What are the factors of 210?

Steps to Solve

1. Find the prime factorization of 210

To start, we can break 210 down into its prime factors. This involves dividing by the smallest prime number first.

First, divide by 2 (the smallest prime): $$ 210 \div 2 = 105 $$ Next, we continue with 105, trying the next smallest prime, which is 3: $$ 105 \div 3 = 35 $$ Now, we factor 35 by using the next smallest prime number, which is 5: $$ 35 \div 5 = 7 $$ Finally, 7 is a prime number itself.

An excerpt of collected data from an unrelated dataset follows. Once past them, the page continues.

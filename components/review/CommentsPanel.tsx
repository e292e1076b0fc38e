'use client';

import { useMutation, useQuery, useQueryClient } from '@tanstack/react-query';
import { useSession } from 'next-auth/react';
import { useState } from 'react';
import { ChangeTime } from '@/components/circuits/ChangeTime';
import { FormAlert } from '@/components/forms/FormAlert';
import { Button } from '@/components/ui/Button';
import { useCan } from '@/components/workspace/use-current-workspace';
import type { CircuitDocument } from '@/engine/document/schema';
import { editComment, fetchComments, postComment, reviewKeys, setCommentResolved, type CommentAnchor, type CommentReply, type CommentThread } from './review-api';

/** The words for where a thread is pinned, with the part's tag where the drawing has it. */
function anchorLabel(anchor: CommentAnchor, document: CircuitDocument): string {
  switch (anchor.kind) {
    case 'circuit':
      return 'the whole circuit';
    case 'component':
      return document.components.find((c) => c.id === anchor.componentId)?.tag ?? 'a part no longer drawn';
    case 'tube': {
      const tube = document.tubes.find((t) => t.id === anchor.tubeId);
      const tag = (id: string) => document.components.find((c) => c.id === id)?.tag ?? '?';
      return tube ? `the tube ${tag(tube.from.component)} ${tube.from.port} – ${tag(tube.to.component)} ${tube.to.port}` : 'a tube no longer drawn';
    }
    case 'run':
      return `a saved run at t = ${anchor.timeS.toFixed(2)} s`;
  }
}

/**
 * The comment threads of a circuit, pinned to parts, tubes, the circuit or a moment of a saved
 * run. Bodies are plain text and shown as text. A new thread is pinned to what is picked on the
 * drawing (or to the run moment on show).
 */
export function CommentsPanel({
  circuitId,
  revisionNumber,
  document,
  anchor,
  onClearAnchor,
  onShow,
  focusId,
}: {
  /** A comment to bring into view, with its thread marked. */
  focusId?: string;
  circuitId: string;
  revisionNumber: number;
  document: CircuitDocument;
  anchor: CommentAnchor;
  onClearAnchor: () => void;
  onShow: (anchor: CommentAnchor) => void;
}) {
  const queryClient = useQueryClient();
  const canComment = useCan('comment:create');
  const comments = useQuery({ queryKey: reviewKeys.comments(circuitId), queryFn: ({ signal }) => fetchComments(circuitId, signal) });
  const refresh = () => void queryClient.invalidateQueries({ queryKey: reviewKeys.comments(circuitId) });
  const [body, setBody] = useState('');
  const post = useMutation({
    mutationFn: () => postComment(circuitId, { revisionNumber, anchor, body }),
    onSuccess: () => {
      setBody('');
      refresh();
    },
  });
  const threads = comments.data?.threads ?? [];
  const open = threads.filter((t) => !t.resolvedAt);
  const resolved = threads.filter((t) => t.resolvedAt);

  return (
    <div className="space-y-3" data-testid="comments-panel">
      {canComment ? (
        <form
          className="space-y-1.5"
          onSubmit={(event) => {
            event.preventDefault();
            post.mutate();
          }}
        >
          <p className="text-xs text-ink-soft">
            New comment on <span className="font-medium text-ink" data-testid="comment-anchor">{anchorLabel(anchor, document)}</span>
            {anchor.kind !== 'circuit' ? (
              <button type="button" onClick={onClearAnchor} className="ml-2 text-accent underline">
                pin to the whole circuit instead
              </button>
            ) : (
              <span> — click a part or a tube on the drawing to pin it there</span>
            )}
          </p>
          <textarea
            value={body}
            onChange={(e) => setBody(e.target.value)}
            rows={3}
            maxLength={4000}
            placeholder="Plain text; @name tells a member by e-mail"
            className="block w-full rounded-md border border-rule bg-paper-raised px-2 py-1 text-sm text-ink"
            aria-label="Comment"
            data-testid="comment-body"
          />
          {post.isError ? <FormAlert tone="error">{post.error.message}</FormAlert> : null}
          <Button type="submit" size="sm" disabled={post.isPending || body.trim() === ''} data-testid="comment-post">
            Add the comment
          </Button>
        </form>
      ) : null}
      {comments.isError ? <FormAlert tone="error">{comments.error.message}</FormAlert> : null}
      {threads.length === 0 && comments.data ? <p className="text-sm text-ink-soft">No comments yet.</p> : null}
      <ul className="space-y-2" data-testid="comment-threads">
        {open.map((t) => (
          <Thread focused={t.id === focusId || t.replies.some((r) => r.id === focusId)} key={t.id} thread={t} circuitId={circuitId} revisionNumber={revisionNumber} document={document} canComment={canComment} onChanged={refresh} onShow={onShow} />
        ))}
      </ul>
      {resolved.length ? (
        <details>
          <summary className="text-xs text-ink-soft">Resolved ({resolved.length})</summary>
          <ul className="mt-2 space-y-2">
            {resolved.map((t) => (
              <Thread focused={t.id === focusId || t.replies.some((r) => r.id === focusId)} key={t.id} thread={t} circuitId={circuitId} revisionNumber={revisionNumber} document={document} canComment={canComment} onChanged={refresh} onShow={onShow} />
            ))}
          </ul>
        </details>
      ) : null}
    </div>
  );
}

function Thread({
  thread,
  circuitId,
  revisionNumber,
  document,
  canComment,
  onChanged,
  onShow,
  focused,
}: {
  focused: boolean;
  thread: CommentThread;
  circuitId: string;
  revisionNumber: number;
  document: CircuitDocument;
  canComment: boolean;
  onChanged: () => void;
  onShow: (anchor: CommentAnchor) => void;
}) {
  const [reply, setReply] = useState('');
  const answer = useMutation({
    mutationFn: () => postComment(circuitId, { revisionNumber, anchor: thread.anchor, body: reply, parentId: thread.id }),
    onSuccess: () => {
      setReply('');
      onChanged();
    },
  });
  const resolve = useMutation({ mutationFn: () => setCommentResolved(thread.id, !thread.resolvedAt), onSuccess: onChanged });
  return (
    <li
      ref={focused ? (el) => el?.scrollIntoView({ block: 'nearest' }) : undefined}
      className={`rounded-md border px-3 py-2 ${focused ? 'border-accent ring-2 ring-accent/30' : 'border-rule'}`}
      data-testid="comment-thread"
      data-focused={focused || undefined}
      data-resolved={thread.resolvedAt ? true : undefined}
    >
      <button type="button" onClick={() => onShow(thread.anchor)} className="text-xs font-medium text-accent underline-offset-2 hover:underline" data-testid="comment-thread-anchor">
        {anchorLabel(thread.anchor, document)}
      </button>
      <span className="text-xs text-ink-soft"> · revision {thread.revisionNumber}</span>
      <Entry entry={thread} onChanged={onChanged} />
      {thread.replies.map((r) => (
        <div key={r.id} className="ml-3 border-l-2 border-rule pl-2">
          <Entry entry={r} onChanged={onChanged} />
        </div>
      ))}
      {thread.resolvedAt && thread.resolvedBy ? (
        <p className="mt-1 text-xs text-ink-soft">
          Resolved by {thread.resolvedBy.name}, <ChangeTime iso={thread.resolvedAt} />
        </p>
      ) : null}
      {canComment ? (
        <div className="mt-2 space-y-1">
          {!thread.resolvedAt ? (
            <form
              className="flex gap-1"
              onSubmit={(event) => {
                event.preventDefault();
                answer.mutate();
              }}
            >
              <input
                value={reply}
                onChange={(e) => setReply(e.target.value)}
                maxLength={4000}
                placeholder="Reply"
                aria-label="Reply"
                className="h-8 min-w-0 flex-1 rounded-md border border-rule bg-paper-raised px-2 text-sm text-ink"
                data-testid="comment-reply"
              />
              <Button type="submit" size="sm" variant="secondary" disabled={answer.isPending || reply.trim() === ''} data-testid="comment-reply-send">
                Reply
              </Button>
            </form>
          ) : null}
          <Button size="sm" variant="quiet" onClick={() => resolve.mutate()} disabled={resolve.isPending} data-testid="comment-resolve">
            {thread.resolvedAt ? 'Reopen' : 'Mark resolved'}
          </Button>
          {answer.isError ? <FormAlert tone="error">{answer.error.message}</FormAlert> : null}
          {resolve.isError ? <FormAlert tone="error">{resolve.error.message}</FormAlert> : null}
        </div>
      ) : null}
    </li>
  );
}

/** One comment: author, time, text (as text, never markup), and editing for its author. */
function Entry({ entry, onChanged }: { entry: CommentReply; onChanged: () => void }) {
  const me = useSession().data?.user?.id;
  const [editing, setEditing] = useState<string | null>(null);
  const save = useMutation({
    mutationFn: () => editComment(entry.id, editing ?? ''),
    onSuccess: () => {
      setEditing(null);
      onChanged();
    },
  });
  return (
    <div className="mt-1" data-testid="comment-entry">
      <p className="text-xs text-ink-soft">
        <span className="font-medium text-ink">{entry.author.name}</span>, <ChangeTime iso={entry.createdAt} />
        {entry.editedAt ? ' · edited' : ''}
        {entry.author.id === me && editing === null ? (
          <button type="button" onClick={() => setEditing(entry.body)} className="ml-2 text-accent underline" data-testid="comment-edit">
            edit
          </button>
        ) : null}
      </p>
      {editing === null ? (
        <p className="text-sm whitespace-pre-wrap text-ink" data-testid="comment-text">
          {entry.body}
        </p>
      ) : (
        <form
          className="space-y-1"
          onSubmit={(event) => {
            event.preventDefault();
            save.mutate();
          }}
        >
          <textarea value={editing} onChange={(e) => setEditing(e.target.value)} rows={2} maxLength={4000} aria-label="Edit the comment" className="block w-full rounded-md border border-rule bg-paper-raised px-2 py-1 text-sm text-ink" />
          <div className="flex gap-1">
            <Button type="submit" size="sm" disabled={save.isPending || editing.trim() === ''}>
              Save
            </Button>
            <Button size="sm" variant="quiet" onClick={() => setEditing(null)}>
              Cancel
            </Button>
          </div>
          {save.isError ? <FormAlert tone="error">{save.error.message}</FormAlert> : null}
        </form>
      )}
    </div>
  );
}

Thus, the prime factorization of 210 is: $$ 210 = 2 \times 3 \times 5 \times 7 $$

2. Identify the factors from the prime factorization

Now that we have the prime factorization, we can find all the factors of 210. To do this, we multiply the prime factors in all possible combinations.

The factors are:

• Start from $1 = 2^0 \times 3^0 \times 5^0 \times 7^0$
• Use combinations of the primes:
• $2^0 \times 3^0 \times 5^0 \times 7^0 = 1$
• $2^1 \times 3^0 \times 5^0 \times 7^0 = 2$
• $2^0 \times 3^1 \times 5^0 \times 7^0 = 3$
• $2^0 \times 3^0 \times 5^1 \times 7^0 = 5$
• $2^0 \times 3^0 \times 5^0 \times 7^1 = 7$
• Continuing this process until all combinations are exhausted.

3. List all the factors

By going through all combinations of the prime factors (and their exponents), we find the complete list of factors of 210: 1, 2, 3, 5, 6, 7, 10, 14, 15, 21, 30, 35, 42, 70, 105, 210.